Requirement: If a line in the data below holds the word "RowFactory", copy it.

Task material:
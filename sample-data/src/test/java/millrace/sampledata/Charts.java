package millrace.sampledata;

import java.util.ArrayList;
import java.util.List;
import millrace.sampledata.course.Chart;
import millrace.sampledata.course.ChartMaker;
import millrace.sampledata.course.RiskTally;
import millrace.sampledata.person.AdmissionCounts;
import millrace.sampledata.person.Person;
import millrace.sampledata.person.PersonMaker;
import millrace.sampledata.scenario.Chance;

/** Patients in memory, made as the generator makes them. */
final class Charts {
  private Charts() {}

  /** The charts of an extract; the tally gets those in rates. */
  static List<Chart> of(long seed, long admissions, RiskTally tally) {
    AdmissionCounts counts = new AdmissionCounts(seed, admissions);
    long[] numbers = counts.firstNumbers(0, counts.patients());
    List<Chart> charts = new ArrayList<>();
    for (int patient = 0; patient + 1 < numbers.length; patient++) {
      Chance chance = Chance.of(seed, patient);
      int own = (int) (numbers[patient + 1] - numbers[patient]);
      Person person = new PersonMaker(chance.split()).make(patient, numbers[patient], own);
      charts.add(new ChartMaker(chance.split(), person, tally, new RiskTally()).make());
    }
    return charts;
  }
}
--
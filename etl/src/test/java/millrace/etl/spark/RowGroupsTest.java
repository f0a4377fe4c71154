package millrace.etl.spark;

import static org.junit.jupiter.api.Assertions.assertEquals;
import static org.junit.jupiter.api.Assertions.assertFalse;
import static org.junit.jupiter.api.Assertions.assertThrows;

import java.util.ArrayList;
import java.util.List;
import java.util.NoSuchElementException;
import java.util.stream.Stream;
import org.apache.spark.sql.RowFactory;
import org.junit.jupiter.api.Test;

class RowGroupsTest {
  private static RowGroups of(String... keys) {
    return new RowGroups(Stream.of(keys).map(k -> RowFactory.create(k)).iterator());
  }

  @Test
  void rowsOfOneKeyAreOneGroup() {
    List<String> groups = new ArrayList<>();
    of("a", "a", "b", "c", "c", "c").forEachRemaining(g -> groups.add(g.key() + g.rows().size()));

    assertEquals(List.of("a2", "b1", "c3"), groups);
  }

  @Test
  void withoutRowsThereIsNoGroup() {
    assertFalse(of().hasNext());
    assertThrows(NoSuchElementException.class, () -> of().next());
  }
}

Finished task:
import org.apache.spark.sql.RowFactory;
    return new RowGroups(Stream.of(keys).map(k -> RowFactory.create(k)).iterator());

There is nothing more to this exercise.